▶ MATERIALS PROVIDED:

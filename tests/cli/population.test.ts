/**
 * The population command line: shards run as separate processes and merged give exactly the
 * unsharded run (the local equivalent of a cluster array job), merge refuses parts that do not
 * make up one run, the csv and text outputs, and covariate tables read from CSV files.
 */
import { spawn, spawnSync } from 'node:child_process';
import { mkdtempSync, readFileSync, rmSync, writeFileSync } from 'node:fs';
import { tmpdir } from 'node:os';
import { join } from 'node:path';
import { fileURLToPath } from 'node:url';
import { afterAll, beforeAll, describe, expect, it } from 'vitest';
import { runCli } from '../../server/cli.ts';
import { parseCovariateCsv, splitCsv } from '../../server/covariate-csv.ts';
import { base64ToFloat64, float64ToBase64 } from '../../server/population-parts.ts';

const root = fileURLToPath(new URL('../../', import.meta.url)).replace(/\/$/, '');
const program = join(root, 'dist/server/cli.js');

/** A fictional one-compartment infusion with variable clearance and volume (invented numbers). */
const scenario = (population: Record<string, unknown>) => ({
  title: 'Fictional infusion for the population command line',
  units: { amount: 'mg', volume: 'L', time: 'h' },
  subject: { weight: '70 kg', height: '170 cm', age: '50 year', sex: 'female', serumCreatinine: '0.9 mg/dL' },
  compartments: [{ id: 'central', volume: { typical: '20 L', cv: '20%', name: 'V', covariates: [{ on: 'weight', power: 1, reference: '70 kg' }] } }],
  transfers: [{ from: 'central', cl: { typical: '5 L/h', cv: '30%', name: 'CL', covariates: [{ on: 'crcl', power: 0.75, reference: '100 mL/min' }] } }],
  doses: [{ into: 'central', amount: '1000 mg', duration: '1 h', every: '12 h' }],
  output: { end: '2 day', step: '1 h' },
  population: {
    subjects: 40,
    seed: 424242,
    correlations: [{ between: ['CL', 'V'], value: 0.3 }],
    residual: { proportional: '10%' },
    targets: [{ trough: { atLeast: '8 mg/L' } }, { peak: { atMost: '80 mg/L' } }],
    regimens: { amounts: ['500 mg', '1000 mg'] },
    ...population,
  },
});

const drawn = {
  covariates: {
    weight: { distribution: 'normal', mean: '75 kg', sd: '12 kg', min: '45 kg', max: '130 kg' },
    sex: { distribution: 'categories', shares: { female: 0.5, male: 0.5 } },
  },
};

let dir: string;

/** The environment of the test run without what an outer `npm test` passed down. */
function cleanEnv(): NodeJS.ProcessEnv {
  const env = { ...process.env };
  for (const key of Object.keys(env)) if (key === 'INIT_CWD' || key.startsWith('npm_')) delete env[key];
  return env;
}

/** The built program as a child process, not waited for: several run at once. */
function cli(args: string[]): Promise<{ code: number | null; stdout: string; stderr: string }> {
  return new Promise((resolve) => {
    const child = spawn('node', [program, ...args], { cwd: dir, env: cleanEnv() });
    let stdout = '';
    let stderr = '';
    child.stdout.on('data', (d) => (stdout += d));
    child.stderr.on('data', (d) => (stderr += d));
    child.on('close', (code) => resolve({ code, stdout, stderr }));
  });
}

const json = (file: string) => JSON.parse(readFileSync(join(dir, file), 'utf8')) as Record<string, unknown>;
const noStack = (text: string) => expect(text).not.toContain('    at ');

beforeAll(() => {
  // The program as `npm run cli` runs it: built once, if the sources changed since.
  const build = spawnSync('node', ['scripts/build-server.mjs', '--if-stale', '--quiet'], { cwd: root, encoding: 'utf8', timeout: 180_000 });
  expect(build.status, build.stderr).toBe(0);
  dir = mkdtempSync(join(tmpdir(), 'tidemark-population-'));
  writeFileSync(join(dir, 'pop.json'), JSON.stringify(scenario(drawn)));
  writeFileSync(join(dir, 'other.json'), JSON.stringify(scenario({ ...drawn, seed: 7 })));
}, 180_000);

afterAll(() => {
  rmSync(dir, { recursive: true, force: true });
});

describe('shards run as separate processes and merged', () => {
  it('three parts run in parallel, merged, deep-equal the unsharded run with 1, 2 and the default threads', async () => {
    const runs = await Promise.all([
      cli(['population', 'pop.json', '--shard', '1/3', '--out', 'part1.json']),
      cli(['population', 'pop.json', '--shard', '2/3', '--out', 'part2.json']),
      cli(['population', 'pop.json', '--shard', '3/3', '--out', 'part3.json']),
    ]);
    runs.forEach((r) => expect(r.code, r.stderr).toBe(0));
    expect(runs[1].stderr).toContain('wrote part 2 of 3 (subjects 13 to 25)');
    const part = json('part2.json');
    expect(part.format).toBe('tidemark-population-part');
    expect(part).toMatchObject({ version: 1, shard: { index: 2, of: 3 }, first: 13, count: 13, overrides: { subjects: 40, seed: 424242 } });

    // Parts named in any order.
    const merged = await cli(['merge', 'part3.json', 'part1.json', 'part2.json', '--out', 'merged.json']);
    expect(merged.code, merged.stderr).toBe(0);
    const [whole, one, two] = await Promise.all([
      cli(['population', 'pop.json', '--out', 'whole.json']),
      cli(['population', 'pop.json', '--threads', '1', '--out', 'one.json']),
      cli(['population', 'pop.json', '--threads', '2', '--out', 'two.json']),
    ]);
    [whole, one, two].forEach((r) => expect(r.code, r.stderr).toBe(0));
    // Subject i's numbers depend only on (seed, i): any split gives the same result, bit for bit —
    // with two threads the bands' output times are split between them too, the rest found by one.
    expect(json('merged.json')).toEqual(json('whole.json'));
    expect(json('one.json')).toEqual(json('whole.json'));
    expect(json('two.json')).toEqual(json('whole.json'));
    // And the importer's in-thread run (runCli) gives the same JSON text.
    expect(runCli(['population', 'pop.json'], { folder: dir }).stdout).toBe(readFileSync(join(dir, 'whole.json'), 'utf8'));
    const result = json('whole.json');
    expect(result.subjects).toBe(40);
    expect(result.caution).toMatch(/not dosing advice/);
  }, 300_000);

  it('merge refuses a missing part, a duplicated part, another scenario\'s part and a file that is no part', async () => {
    const [other] = await Promise.all([cli(['population', 'other.json', '--shard', '2/3', '--out', 'other2.json'])]);
    expect(other.code, other.stderr).toBe(0);
    const cases: [string[], RegExp][] = [
      [['part1.json', 'part3.json'], /^part 2 of 3 is missing\n$/],
      [['part1.json', 'part2.json', 'part2.json', 'part3.json'], /^part2\.json: part 2 of 3 is given twice \(also part2\.json\)\n$/],
      [['part1.json', 'other2.json', 'part3.json'], /^other2\.json: a part of another scenario or other settings \(fingerprint [0-9a-f]{12}; part1\.json has [0-9a-f]{12}\)\n$/],
      [['part1.json', 'pop.json'], /^pop\.json: not a population part file/],
    ];
    for (const [parts, message] of cases) {
      const out = runCli(['merge', ...parts], { folder: dir });
      expect(out.code).toBe(1);
      expect(out.stderr).toMatch(message);
      noStack(out.stderr);
    }
    // A part changed after it was written no longer matches its fingerprint.
    const edited = json('part1.json');
    (edited.overrides as { seed: number }).seed = 1;
    writeFileSync(join(dir, 'edited.json'), JSON.stringify(edited));
    const out = runCli(['merge', 'edited.json', 'part2.json', 'part3.json'], { folder: dir });
    expect(out.code).toBe(1);
    expect(out.stderr).toMatch(/^edited\.json: the fingerprint .* does not match/);
  }, 300_000);
});

describe('usage errors', () => {
  it.each([
    [['--shard', '3/2', '--out', 'p.json'], "--shard must be I/N, part I of N with 1 ≤ I ≤ N ≤ 100000 (e.g. 2/8), not '3/2'"],
    [['--shard', '0/4', '--out', 'p.json'], "not '0/4'"],
    [['--shard', 'x', '--out', 'p.json'], "not 'x'"],
    [['--shard', '1/4'], '--shard writes a part file: give it with --out FILE'],
    [['--subjects', '100001'], "--subjects must be a whole number from 1 to 100000, not '100001'"],
    [['--subjects', '2.5'], "not '2.5'"],
    [['--threads', '0'], '--threads must be a whole number from 1 to 256'],
    [['--format', 'xml'], "--format must be json, csv or text, not 'xml'"],
    [['--out', 'pop.json'], "refusing to write the output to '"],
  ])('population %j: exit 2 with one line', (options, message) => {
    const out = runCli(['population', 'pop.json', ...options], { folder: dir });
    expect(out.code).toBe(2);
    expect(out.stderr.split('\n')[0]).toContain(message);
    noStack(out.stderr);
  });
});

describe('csv and text', () => {
  it('text: settings, exposure percentiles, attainment as percentages ± SE, the best regimen marked, the caution', () => {
    const out = runCli(['population', 'pop.json', '--format', 'text'], { folder: dir });
    expect(out.code).toBe(0);
    const text = out.stdout;
    expect(text).toContain('Virtual population: 40 subjects, seed 424242');
    expect(text).toContain('weight: normal, mean 75 kg, SD 12 kg');
    expect(text).toContain('CL–V 0.3');
    expect(text).toMatch(/Exposure in central, steady state:\n\s+figure\s+p5\s+p50\s+p95\s+mean\s+unit\s+subjects/);
    // Attainment k of 40 and its binomial SE √(p(1−p)/N), both as percentages to 0.1 (Monte Carlo standard error, common practice).
    const row = /trough ≥ 8 mg\/L at steady state(?: \(central\))?\s+steady state\s+central\s+(\d+\.\d)% ± (\d+\.\d)%\s+(\d+) of 40/.exec(text);
    expect(row).not.toBeNull();
    const p = Number(row?.[3]) / 40;
    expect(Number(row?.[1])).toBeCloseTo(p * 100, 1);
    expect(Number(row?.[2])).toBeCloseTo(Math.sqrt((p * (1 - p)) / 40) * 100, 1);
    expect(text).toMatch(/^\*\s+\d+ mg every 12 h over 1 h/m);
    expect(text.trimEnd().endsWith('not dosing advice: follow local protocols, product labelling and licensed clinical judgement.')).toBe(true);
  });

  it('csv: one row per output time, band headers with the unit, observation bands with the residual error', () => {
    const out = runCli(['population', 'pop.json', '--format', 'csv'], { folder: dir });
    expect(out.code).toBe(0);
    const lines = out.stdout.trimEnd().split('\n');
    expect(lines[0]).toBe('time (h),central p5 (mg/L),central p50 (mg/L),central p95 (mg/L),central observed p5 (mg/L),central observed p50 (mg/L),central observed p95 (mg/L)');
    // 0 … 48 h every hour.
    expect(lines).toHaveLength(1 + 49);
    const at12 = lines[13].split(',').map(Number);
    expect(at12[0]).toBe(12);
    expect(at12[1]).toBeLessThanOrEqual(at12[2]);
    expect(at12[2]).toBeLessThanOrEqual(at12[3]);
  });
});

describe('covariate tables from CSV', () => {
  it('RFC 4180: quoted fields with commas, doubled quotes and line breaks, CRLF, a byte-order mark', () => {
    const split = splitCsv('\ufeffa,"b, c"\r\n"say ""hi""","two\nlines"\r\n');
    expect(split).toEqual({
      ok: true,
      records: [
        { fields: ['a', 'b, c'], quoted: [false, true], line: 1 },
        { fields: ['say "hi"', 'two\nlines'], quoted: [true, true], line: 2 },
      ],
    });
  });

  it('units in brackets make "64 kg", plain numbers stay numbers, words stay words', () => {
    const read = parseCovariateCsv('weight [kg],age,sex\n64,41,female\n"80.5", 3e1 ,male\n', 't.csv');
    expect(read).toEqual({ ok: true, rows: [{ weight: '64 kg', age: 41, sex: 'female' }, { weight: '80.5 kg', age: 30, sex: 'male' }] });
  });

  it('bad rows are reported with their line and column, every one of them', () => {
    const read = parseCovariateCsv('weight [kg],sex\n60,female\n6o,male\n70\n,female\n\n80,male\n', 'c.csv');
    expect(read).toEqual({
      ok: false,
      errors: [
        "c.csv line 3, column weight: '6o' is not a number (the column is in kg)",
        'c.csv line 4: 1 field where the header has 2 (weight, sex)',
        'c.csv line 5, column weight: the value is empty; every subject row needs every covariate',
        'c.csv line 6: an empty line where the header has 2 (weight, sex)',
      ],
    });
    expect(parseCovariateCsv('weight [kg],weight\n1,2\n', 'd.csv')).toEqual({ ok: false, errors: ['d.csv line 1, column weight: the name appears twice'] });
    expect(parseCovariateCsv('a,b\n1,"open\n', 'e.csv')).toEqual({ ok: false, errors: ['e.csv line 2: a quoted field is never closed'] });
  });

  it('a table file gives the same result as the same rows inline; a bad file names the line and column', () => {
    const csv = readFileSync(join(root, 'samples/halvorin-covariates.csv'), 'utf8');
    writeFileSync(join(dir, 'people.csv'), csv);
    const rows = parseCovariateCsv(csv, 'people.csv');
    expect(rows.ok).toBe(true);
    if (!rows.ok) return;
    expect(rows.rows).toHaveLength(12);
    expect(rows.rows[10]).toEqual({ weight: '61 kg', height: '159 cm', age: '71 year', sex: 'female', serumCreatinine: '0.95 mg/dL' });
    writeFileSync(join(dir, 'table-file.json'), JSON.stringify(scenario({ covariateTable: { file: 'people.csv', draw: 'at random' } })));
    writeFileSync(join(dir, 'table-rows.json'), JSON.stringify(scenario({ covariateTable: { rows: rows.rows, draw: 'at random' } })));
    const fromFile = runCli(['population', 'table-file.json', '--subjects', '20'], { folder: dir });
    const inline = runCli(['population', 'table-rows.json', '--subjects', '20'], { folder: dir });
    expect(fromFile.code, fromFile.stderr).toBe(0);
    expect(fromFile.stdout).toBe(inline.stdout);
    expect(JSON.parse(fromFile.stdout).settings.covariates).toEqual(['a table of 12 covariate rows, taken at random']);

    writeFileSync(join(dir, 'bad.csv'), 'weight [kg],sex\n60,female\nheavy,male\n');
    writeFileSync(join(dir, 'bad-table.json'), JSON.stringify(scenario({ covariateTable: { file: 'bad.csv' } })));
    const bad = runCli(['population', 'bad-table.json'], { folder: dir });
    expect(bad.code).toBe(1);
    expect(bad.stderr).toBe("bad.csv line 3, column weight: 'heavy' is not a number (the column is in kg)\n");
  });
});

describe('part arrays', () => {
  it('float64 values survive base64 of little-endian bytes exactly, NaN and signed zero included', () => {
    const values = Float64Array.from([0, -0, 1 / 3, Math.PI * 1e300, 5e-324, NaN, -Infinity]);
    const back = base64ToFloat64(float64ToBase64(values));
    expect(back && Array.from(back)).toEqual(Array.from(values));
    expect(Object.is(back?.[1], -0)).toBe(true);
    // 1.0 is 3FF0000000000000 (IEEE 754): little-endian, its bytes end in F0 3F.
    expect(Buffer.from(float64ToBase64(Float64Array.of(1)), 'base64').toString('hex')).toBe('000000000000f03f');
  });
});

describe('validate checks a population section', () => {
  it('a valid population is summarised; a population problem exits 1 with its path', () => {
    const ok = runCli(['validate', 'pop.json'], { folder: dir });
    expect(ok.code).toBe(0);
    expect(ok.stdout).toContain('a population of 40 with 2 varying quantities, 2 targets and 2 regimens');
    writeFileSync(join(dir, 'bad-pop.json'), JSON.stringify(scenario({ ...drawn, correlations: [{ between: ['CL', 'Vx'], value: 0.3 }] })));
    const bad = runCli(['validate', 'bad-pop.json'], { folder: dir });
    expect(bad.code).toBe(1);
    expect(bad.stderr).toContain("population.correlations[0].between[1]: no varying quantity is named 'Vx'");
    noStack(bad.stderr);
  });
});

▶ INSTRUCTIONS FOR THE TASK: Of the lines above, copy each that contains "varying".

▶ TASK ANSWER:
    expect(ok.stdout).toContain('a population of 40 with 2 varying quantities, 2 targets and 2 regimens');
    expect(bad.stderr).toContain("population.correlations[0].between[1]: no varying quantity is named 'Vx'");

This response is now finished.